Autor Wątek: Sytuacja na polskim rynku - ceny, rabaty itd.  (Przeczytany 450576 razy)

0 użytkowników i 1 Gość przegląda ten wątek.

Offline Takesh

Odp: Sytuacja na polskim rynku - ceny, rabaty itd.
« Odpowiedź #2325 dnia: Pt, 24 Luty 2023, 09:43:59 »
Zmieniając troszkę temat to tak od ładnych kilku lat zastanawiam się nad tym co trzeba zrobić, by wydać w Polsce komiks. Na licencji i premierowy polskich autorów. Oczywiście nie mam żadnej dużej większej kwoty, ale gram w lotka, więc... ;)

Patrząc realnie na nakłady, wszelkie koszty, zarówno przy komiksach licencyjnych (tłumaczenie, koszt licencji), jak i polskich (godne wynagrodzenie), to jaką kwotę musiałby ten ktoś posiadać? Oczywiście nie zakładajmy wydania tylko jednej pozycji, tylko conajmniej kilku w ciągu roku na start. Przez to ileś czasu musi upłynąć, zanim komiks nam się zwróci, a tu następne trzeba wydać.

Jest to oczywiście czysto hipotetyczne pytanie. Zdaję sobie sprawę z wielu zmiennych. Ale tak uśredniając, bez skrajności.

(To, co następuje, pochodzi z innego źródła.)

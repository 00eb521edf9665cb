/**
 * Depth layers: intervals [top, bottom] in metres, the surface (top level), the whole column, and the
 * bottom (deepest compared cell of each column, see bottom.ts).
 */
import type { VerticalAxis } from '../grid/types.js';

export type LayerSpec =
  | { kind: 'interval'; top: number; bottom: number }
  | { kind: 'surface' }
  | { kind: 'all' }
  | { kind: 'bottom' };

export function layerLabel(l: LayerSpec): string {
  switch (l.kind) {
    case 'interval':
      return `${fmt(l.top)}-${fmt(l.bottom)} m`;
    default:
      return l.kind;
  }
}

function fmt(x: number): string {
  return String(Math.round(x * 1000) / 1000);
}

/** Length of the overlap of [a0, a1] with [b0, b1] (0 when they do not meet). */
export function overlap1d(a0: number, a1: number, b0: number, b1: number): number {
  return Math.max(0, Math.min(a1, b1) - Math.max(a0, b0));
}

/**
 * Metres of each level that count for a layer: a cell's weight is its area times this number.
 * Bottom is chosen column by column and has no per-level weight (all zeros here).
 */
export function layerLevelMetres(layer: LayerSpec, vertical: VerticalAxis): Float64Array {
  const out = new Float64Array(vertical.nz);
  for (let k = 0; k < vertical.nz; k++) {
    const top = vertical.edges[k];
    const bot = vertical.edges[k + 1];
    switch (layer.kind) {
      case 'interval':
        out[k] = overlap1d(top, bot, layer.top, layer.bottom);
        break;
      case 'surface':
        out[k] = k === 0 ? bot - top : 0;
        break;
      case 'all':
        out[k] = bot - top;
        break;
      case 'bottom':
        out[k] = 0;
        break;
    }
  }
  return out;
}
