/**
 * The colour scales a person can choose, under names of our own. Besides the two tables of colour-scales.ts,
 * scales are built in the Oklab colour space (Ottosson 2020) with lightness running in equal steps, so that
 * equal steps of value look like equal steps of colour (perceptually uniform): sequential scales from dark to
 * light, diverging ones light in the middle and equally dark at both ends.
 */
import { DIVERGING, SEQUENTIAL, lightness, type ColourScale, type ScaleKind } from './colour-scales.js';
import { packRgba } from './recolour.js';

/** Oklab to linear sRGB (Ottosson 2020, "A perceptual color space for image processing"; matrices from memory). */
export function oklabToLinearSrgb(L: number, a: number, b: number): [number, number, number] {
  const l = (L + 0.3963377774 * a + 0.2158037573 * b) ** 3;
  const m = (L - 0.1055613458 * a - 0.0638541728 * b) ** 3;
  const s = (L - 0.0894841775 * a - 1.291485548 * b) ** 3;
  return [
    4.0767416621 * l - 3.3077115913 * m + 0.2309699292 * s,
    -1.2684380046 * l + 2.6097574011 * m - 0.3413193965 * s,
    -0.0041960863 * l - 0.7034186147 * m + 1.707614701 * s,
  ];
}

/** Linear light to an 8-bit sRGB code (IEC 61966-2-1 transfer function). */
function encode(c: number): number {
  const v = c <= 0.0031308 ? 12.92 * c : 1.055 * c ** (1 / 2.4) - 0.055;
  return Math.round(Math.min(1, Math.max(0, v)) * 255);
}

/** An sRGB colour of lightness L, chroma C and hue h (degrees): chroma is reduced until the colour is displayable. */
function fromLch(L: number, C: number, hDeg: number): [number, number, number] {
  const h = (hDeg * Math.PI) / 180;
  let c = C;
  for (let i = 0; i < 40; i++) {
    const rgb = oklabToLinearSrgb(L, c * Math.cos(h), c * Math.sin(h));
    if (rgb.every((v) => v >= -1e-4 && v <= 1 + 1e-4)) return [encode(rgb[0]), encode(rgb[1]), encode(rgb[2])];
    c *= 0.9;
  }
  const g = oklabToLinearSrgb(L, 0, 0);
  return [encode(g[0]), encode(g[1]), encode(g[2])];
}

interface Anchor {
  /** Oklab lightness 0..1 */
  L: number;
  C: number;
  /** hue, degrees */
  h: number;
}

const ENTRIES = 256;

/** A colour along the anchors at fraction t (0..1): lightness, chroma and hue interpolated linearly between them. */
function along(anchors: Anchor[], t01: number): [number, number, number] {
  const t = t01 * (anchors.length - 1);
  const i = Math.min(anchors.length - 2, Math.floor(t));
  const f = t - i;
  const a = anchors[i];
  const b = anchors[i + 1];
  // a grey anchor has no hue of its own: the hue of its neighbour is kept across the segment
  const h0 = a.C === 0 ? b.h : a.h;
  const h1 = b.C === 0 ? a.h : b.h;
  return fromLch(a.L + f * (b.L - a.L), a.C + f * (b.C - a.C), h0 + f * (h1 - h0));
}

/**
 * A scale through anchors. A sequential scale is then re-spaced so that CIE L* (lightness(), CIE 1976) rises in
 * equal steps: Oklab's lightness and the gamut limit bend it otherwise.
 */
function fromAnchors(kind: ScaleKind, name: string, anchors: Anchor[]): ColourScale {
  const rgb = new Uint8Array(ENTRIES * 3);
  const packed = new Uint32Array(ENTRIES);
  const FINE = 2048;
  const fine: [number, number, number][] = [];
  const fineL: number[] = [];
  for (let q = 0; q < FINE; q++) {
    fine.push(along(anchors, q / (FINE - 1)));
    fineL.push(lightness(...fine[q]));
  }
  let q = 0;
  for (let k = 0; k < ENTRIES; k++) {
    let c: [number, number, number];
    if (kind === 'sequential') {
      const target = fineL[0] + (k / (ENTRIES - 1)) * (fineL[FINE - 1] - fineL[0]);
      while (q < FINE - 1 && fineL[q + 1] <= target) q++;
      c = fine[q];
    } else c = fine[Math.round((k / (ENTRIES - 1)) * (FINE - 1))];
    rgb.set(c, k * 3);
    packed[k] = packRgba(c[0], c[1], c[2]);
  }
  return { kind, name, rgb, packed };
}

export interface NamedScale {
  id: string;
  label: string;
  scale: ColourScale;
}

export const FIELD_SCALES: readonly NamedScale[] = [
  { id: 'lagoon', label: 'Lagoon (blue–green–yellow)', scale: { ...SEQUENTIAL, name: 'lagoon' } },
  { id: 'ember', label: 'Ember (purple–red–yellow)', scale: fromAnchors('sequential', 'ember', [{ L: 0.22, C: 0.09, h: 300 }, { L: 0.55, C: 0.2, h: 20 }, { L: 0.95, C: 0.12, h: 100 }]) },
  { id: 'kelp', label: 'Kelp (dark green–pale yellow)', scale: fromAnchors('sequential', 'kelp', [{ L: 0.22, C: 0.05, h: 200 }, { L: 0.6, C: 0.12, h: 150 }, { L: 0.96, C: 0.07, h: 105 }]) },
  { id: 'slate', label: 'Slate (greys)', scale: fromAnchors('sequential', 'slate', [{ L: 0.2, C: 0, h: 0 }, { L: 0.97, C: 0, h: 0 }]) },
];

export const DIFF_SCALES: readonly NamedScale[] = [
  { id: 'tide', label: 'Tide (blue–white–red)', scale: { ...DIVERGING, name: 'tide' } },
  {
    id: 'estuary',
    label: 'Estuary (teal–white–brown)',
    scale: fromAnchors('diverging', 'estuary', [{ L: 0.38, C: 0.08, h: 195 }, { L: 0.97, C: 0, h: 0 }, { L: 0.38, C: 0.08, h: 70 }]),
  },
  {
    id: 'heath',
    label: 'Heath (violet–white–green)',
    scale: fromAnchors('diverging', 'heath', [{ L: 0.38, C: 0.12, h: 305 }, { L: 0.97, C: 0, h: 0 }, { L: 0.38, C: 0.1, h: 145 }]),
  },
];

export const DEFAULT_FIELD_SCALE = 'lagoon';
export const DEFAULT_DIFF_SCALE = 'tide';

/** The scale of this id among `choices`, or the first (an unknown name from an old recipe falls back quietly). */
export function namedScale(choices: readonly NamedScale[], id: string): ColourScale {
  return (choices.find((c) => c.id === id) ?? choices[0]).scale;
}
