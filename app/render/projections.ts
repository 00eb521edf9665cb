/**
 * The map projections the views offer, all through proj4 on a sphere of the GRS 80 mean radius.
 * Each carries its projected extent so that the screen can lay out a canvas with the right aspect.
 */
import proj4 from 'proj4';
import { StillwaterError } from '../errors.js';
import { EARTH_RADIUS_M } from '../grid/types.js';

export type ProjectionId = 'plate' | 'equal-earth' | 'north-polar' | 'south-polar';

export interface ProjectionInfo {
  id: ProjectionId;
  /** what the chooser shows */
  label: string;
  /** proj4 definition (also what pyproj is given in the fixture script) */
  definition: string;
  /** polar views show only latitudes poleward of this (degrees, signed); null for world views */
  latitudeLimit: number | null;
}

const R = EARTH_RADIUS_M;

export const PROJECTIONS: readonly ProjectionInfo[] = [
  { id: 'plate', label: 'Equirectangular', definition: `+proj=eqc +lon_0=0 +R=${R} +units=m +no_defs`, latitudeLimit: null },
  { id: 'equal-earth', label: 'Equal Earth (equal area)', definition: `+proj=eqearth +lon_0=0 +R=${R} +units=m +no_defs`, latitudeLimit: null },
  { id: 'north-polar', label: 'North polar stereographic', definition: `+proj=stere +lat_0=90 +lon_0=0 +k=1 +R=${R} +units=m +no_defs`, latitudeLimit: 40 },
  { id: 'south-polar', label: 'South polar stereographic', definition: `+proj=stere +lat_0=-90 +lon_0=0 +k=1 +R=${R} +units=m +no_defs`, latitudeLimit: -40 },
];

export function projectionInfo(id: string): ProjectionInfo {
  const p = PROJECTIONS.find((x) => x.id === id);
  if (!p) throw new StillwaterError('E_INPUT', `Unknown map projection '${id}'; choose one of ${PROJECTIONS.map((x) => x.id).join(', ')}.`);
  return p;
}

export interface Extent {
  xmin: number;
  xmax: number;
  ymin: number;
  ymax: number;
}

/** A projection ready to use: forward and inverse on degrees and metres, and its extent. */
export interface MapProjection {
  info: ProjectionInfo;
  extent: Extent;
  /** [x, y] in metres, or null where the point does not belong to this view */
  forward(lon: number, lat: number): [number, number] | null;
  /** [lon, lat] in degrees, or null where (x, y) lies off the view (off the globe or beyond the latitude limit) */
  inverse(x: number, y: number): [number, number] | null;
}

const D2R = Math.PI / 180;

/** proj4's projection object itself: radians in, metres out. Both ends are on the same sphere, so no datum step. */
interface RawProjection {
  forward(p: { x: number; y: number }): { x: number; y: number } | null | undefined;
  inverse(p: { x: number; y: number }): { x: number; y: number } | null | undefined;
}

export function makeProjection(id: ProjectionId): MapProjection {
  const info = projectionInfo(id);
  // the projection object without proj4's per-point wrapper (array handling, datum checks): several times faster
  // for the pixel lookup, and the same numbers (the fixture test holds it against pyproj)
  const raw = new (proj4.Proj as unknown as new (def: string) => RawProjection)(info.definition);
  const limit = info.latitudeLimit;
  const inView = (lat: number): boolean => (limit === null ? true : limit > 0 ? lat >= limit : lat <= limit);
  const rawForward = (lon: number, lat: number): [number, number] => {
    const p = raw.forward({ x: lon * D2R, y: lat * D2R });
    return p ? [p.x, p.y] : [NaN, NaN];
  };
  const rawInverse = (x: number, y: number): [number, number] => {
    const q = raw.inverse({ x, y });
    return q ? [q.x / D2R, q.y / D2R] : [NaN, NaN];
  };

  // extent: world views from the equator and central meridian (just inside the poles and the
  // antimeridian, where proj4's round trips are exact); polar views a square around the limit circle
  let extent: Extent;
  if (limit === null) {
    const east = rawForward(180 - 1e-9, 0)[0];
    const north = rawForward(0, 90 - 1e-9)[1];
    extent = { xmin: -east, xmax: east, ymin: -north, ymax: north };
  } else {
    const [x, y] = rawForward(0, limit);
    const r = Math.hypot(x, y);
    extent = { xmin: -r, xmax: r, ymin: -r, ymax: r };
  }
  // a tolerance for the round-trip check that tells points on the globe from points off it
  const tol = 1e-6 * (extent.xmax - extent.xmin);

  return {
    info,
    extent,
    forward(lon, lat) {
      if (!(lat >= -90 && lat <= 90) || !inView(lat)) return null;
      const p = rawForward(lon, lat);
      return Number.isFinite(p[0]) && Number.isFinite(p[1]) ? p : null;
    },
    inverse(x, y) {
      const [lon, lat] = rawInverse(x, y);
      if (!Number.isFinite(lon) || !Number.isFinite(lat) || lat < -90 || lat > 90) return null;
      if (!inView(lat)) return null;
      // proj4 clamps some points that lie off the globe onto its edge: a round trip exposes them
      const back = rawForward(lon, lat);
      if (!(Math.abs(back[0] - x) <= tol && Math.abs(back[1] - y) <= tol)) return null;
      return [lon, lat];
    },
  };
}
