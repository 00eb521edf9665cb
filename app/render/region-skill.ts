/**
 * The numbers beside a difference map cropped to a region: the same weighted skill numbers as the skill rows
 * (app/stats), over the region's cells of the level on the screen, weighted by cell volume (area × water
 * thickness of the slice).
 */
import { pairMoments } from '../stats/moments.js';
import { skillFromMoments, type SkillNumbers } from '../stats/skill.js';

export function regionSkill(model: Float32Array, reference: Float32Array, area: Float64Array, thickness: Float32Array, cells: Int32Array): SkillNumbers {
  const weight = new Float64Array(model.length);
  for (let c = 0; c < weight.length; c++) weight[c] = area[c] * thickness[c];
  return skillFromMoments(pairMoments(model, reference, weight, cells));
}
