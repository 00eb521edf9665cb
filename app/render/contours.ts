/**
 * Contour lines of a field on a rectilinear lat-lon grid by marching squares over the cell centres (linear
 * interpolation along each edge of the square between four centres; a square with a missing corner draws
 * nothing). The result is line segments in longitude and latitude, per level.
 */

export interface ContourLevel {
  value: number;
  /** segments as [lon0, lat0, lon1, lat1, …], four numbers a segment */
  segments: Float64Array;
}

/** Corner order around a square: (i, j), (i+1, j), (i+1, j+1), (i, j+1). */
const EDGES: [number, number][] = [
  [0, 1],
  [1, 2],
  [2, 3],
  [3, 0],
];

export function contourSegments(values: ArrayLike<number>, lonEdges: ArrayLike<number>, latEdges: ArrayLike<number>, levels: number[]): ContourLevel[] {
  const nx = lonEdges.length - 1;
  const ny = latEdges.length - 1;
  const lon = new Float64Array(nx);
  const lat = new Float64Array(ny);
  for (let i = 0; i < nx; i++) lon[i] = 0.5 * (lonEdges[i] + lonEdges[i + 1]);
  for (let j = 0; j < ny; j++) lat[j] = 0.5 * (latEdges[j] + latEdges[j + 1]);
  const out: ContourLevel[] = [];
  const v = new Float64Array(4);
  const x = new Float64Array(4);
  const y = new Float64Array(4);
  for (const level of levels) {
    const seg: number[] = [];
    for (let j = 0; j + 1 < ny; j++) {
      for (let i = 0; i + 1 < nx; i++) {
        v[0] = values[j * nx + i];
        v[1] = values[j * nx + i + 1];
        v[2] = values[(j + 1) * nx + i + 1];
        v[3] = values[(j + 1) * nx + i];
        if (!(v[0] === v[0] && v[1] === v[1] && v[2] === v[2] && v[3] === v[3])) continue;
        x[0] = lon[i];
        x[1] = lon[i + 1];
        x[2] = lon[i + 1];
        x[3] = lon[i];
        y[0] = lat[j];
        y[1] = lat[j];
        y[2] = lat[j + 1];
        y[3] = lat[j + 1];
        // crossing points on the edges whose ends lie on either side of the level
        const pts: number[] = [];
        for (const [a, b] of EDGES) {
          const da = v[a] - level;
          const db = v[b] - level;
          if ((da < 0) !== (db < 0)) {
            const t = da / (da - db);
            pts.push(x[a] + t * (x[b] - x[a]), y[a] + t * (y[b] - y[a]));
          }
        }
        // two crossings: one segment; four (a saddle): pair them in edge order
        for (let p = 0; p + 3 < pts.length; p += 4) seg.push(pts[p], pts[p + 1], pts[p + 2], pts[p + 3]);
      }
    }
    out.push({ value: level, segments: Float64Array.from(seg) });
  }
  return out;
}
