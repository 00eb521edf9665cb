/**
 * Which stations belong on a map of one depth slice: those whose depth lies in the slice (a level's or a
 * layer's depth interval), or, on the bottom map, those at the seafloor (given as `seafloor`, or within the
 * bottom tolerance of the seafloor of their column; without a tolerance, within the column's deepest cell).
 * A full-depth mean shows every station. The rule is returned as words for the screen.
 */
export interface SliceForStations {
  kind: 'level' | 'interval' | 'bottom' | 'surface' | 'all';
  /** metres, positive down; null for bottom and all */
  top: number | null;
  bottom: number | null;
  /** bottom map only: metres from the seafloor a station may be (null: within the deepest cell) */
  bottomTolerance?: number | null;
}

export interface StationDepths {
  /** metres, positive down; NaN where the station is at the seafloor */
  depth: ArrayLike<number>;
  /** 1 where the depth was given as the seafloor */
  seafloor: ArrayLike<number>;
}

/** The seafloor of a station's column and the top of its deepest wet cell, m; NaN where unknown (land, off the grid). */
export type ColumnFloor = (station: number) => { floor: number; deepestTop: number };

export interface StationSelection {
  shown: Uint8Array;
  nShown: number;
  nHidden: number;
  /** e.g. "stations at 100–500 m", "stations within 200 m of the seafloor" */
  rule: string;
}

export function stationsOnSlice(st: StationDepths, slice: SliceForStations, floorOf: ColumnFloor): StationSelection {
  const n = st.depth.length;
  const shown = new Uint8Array(n);
  const tol = slice.bottomTolerance ?? null;
  for (let i = 0; i < n; i++) {
    const d = st.depth[i];
    if (slice.kind === 'all') shown[i] = 1;
    else if (slice.kind === 'bottom') {
      if (st.seafloor[i]) shown[i] = 1;
      else {
        const { floor, deepestTop } = floorOf(i);
        // a station deeper than its column's seafloor is still a bottom observation of that column
        shown[i] = Number.isFinite(floor) && (tol !== null ? Math.abs(d - floor) <= tol : d >= deepestTop) ? 1 : 0;
      }
    } else if (!st.seafloor[i] && slice.top !== null && slice.bottom !== null) {
      // half-open, so a station on the boundary of two levels shows on one of them
      shown[i] = d >= slice.top && d < slice.bottom ? 1 : 0;
    }
  }
  let nShown = 0;
  for (let i = 0; i < n; i++) nShown += shown[i];
  return { shown, nShown, nHidden: n - nShown, rule: ruleText(slice, tol) };
}

function ruleText(slice: SliceForStations, tol: number | null): string {
  if (slice.kind === 'all') return 'all stations (full-depth mean)';
  if (slice.kind === 'bottom') return tol !== null ? `stations within ${tol} m of the seafloor` : 'stations in the deepest wet cell of their column or at the seafloor';
  return `stations at ${slice.top ?? '?'}–${slice.bottom ?? '?'} m`;
}
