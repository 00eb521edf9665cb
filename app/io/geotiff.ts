/**
 * GeoTIFF reader on top of the `geotiff` package, reading lazily through our ByteSource (only the
 * tiles or strips of a requested window are fetched). The bands become one variable `raster` with
 * dims (band?, y, x) — (band?, lat, lon) for a geographic CRS — and 1-D coordinate variables computed
 * from the georeferencing tags. A projected raster also gets 2-D `lon`/`lat` at the cell centres and
 * their CF bounds (`lon_bnds`/`lat_bnds`, the cell corners), named by the raster's `coordinates`, so it
 * opens as a curvilinear grid. GDAL's nodata becomes _FillValue and GDAL's per-band SCALE/OFFSET become
 * scale_factor/add_offset (GDAL's meaning: physical = raw · scale + offset, nodata compared on raw values);
 * without nodata, `_NoFill` says that no value is missing. No masking or scaling happens here.
 */
import { GeoTIFF, type GeoTIFFImage } from 'geotiff';
import { fileError, printable, StillwaterError } from '../errors.js';
import type { ByteSource } from './byte-source.js';
import { allocArray } from './dtype.js';
import { crsFromGeoKeys, type GeoKeys } from './geotiff-crs.js';
import { projectedLonLat, type ProjectedLonLat } from './geotiff-lonlat.js';
import { geoTransformFromTags, pixelCentres, type GeoTransform } from './geotiff-transform.js';
import { checkSlab, copySlab } from './slab.js';
import type { Attributes, DType, RawArray, RawDataset, RawDimension, RawVariable } from './types.js';

export const RASTER_VARIABLE = 'raster';

/** The `geotiff` package's source interface, served from a ByteSource. */
class ByteSourceAdapter {
  constructor(private readonly source: ByteSource) {}
  get fileSize(): number {
    return this.source.size;
  }
  async fetch(slices: { offset: number; length: number }[]): Promise<ArrayBuffer[]> {
    return Promise.all(slices.map(async (s) => (await this.fetchSlice(s)).data));
  }
  async fetchSlice(slice: { offset: number; length: number }): Promise<{ offset: number; length: number; data: ArrayBuffer }> {
    const length = Math.max(0, Math.min(slice.length, this.source.size - slice.offset));
    const bytes = await this.source.read(slice.offset, length);
    const data = bytes.buffer.slice(bytes.byteOffset, bytes.byteOffset + bytes.byteLength) as ArrayBuffer;
    return { offset: slice.offset, length, data };
  }
  async close(): Promise<void> {}
}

Jeśli nie trafiłem na dobry wątek (a patrząc co tu się pisze, to chyba jednak tak), to mogę założyć nowy.

Offline turucorp

Odp: Sytuacja na polskim rynku - ceny, rabaty itd.
« Odpowiedź #2326 dnia: Pt, 24 Luty 2023, 09:48:05 »
turu nic mi nie zmiękło, z moją "fają" jest wszystko w porządku.
Chłopie przecież ja ci od razu odpisałem jednego posta raczej niezbyt poważnego i tyle a ty to rozwlekasz i ciągniesz. Ja nic nie chce naprawiać, tym bardziej rynku komiksowego.

Dobra, czyli jesteś jakimś żartownisiem, którego słów absolutnie nie powinno się traktować poważnie, a już na pewno nie na tym forum. OK, dzięki, mogłeś to napisać kilka dni temu, zamiast ciągnąć „dyskusję”. Dużo zdrowia życzę. ;)

Ale ok, nie chcę w to brnąć. Aczkolwiek, te cyferki o których napisałeś - ujawnienie kiedyś takiego kosztorysu byłoby ciekawe - ile kosztuje wydanie komiksu. I uwzględnienie w tym również np Twoich godzin pracy, poświeconych na rysunek, scenariusz itd itp.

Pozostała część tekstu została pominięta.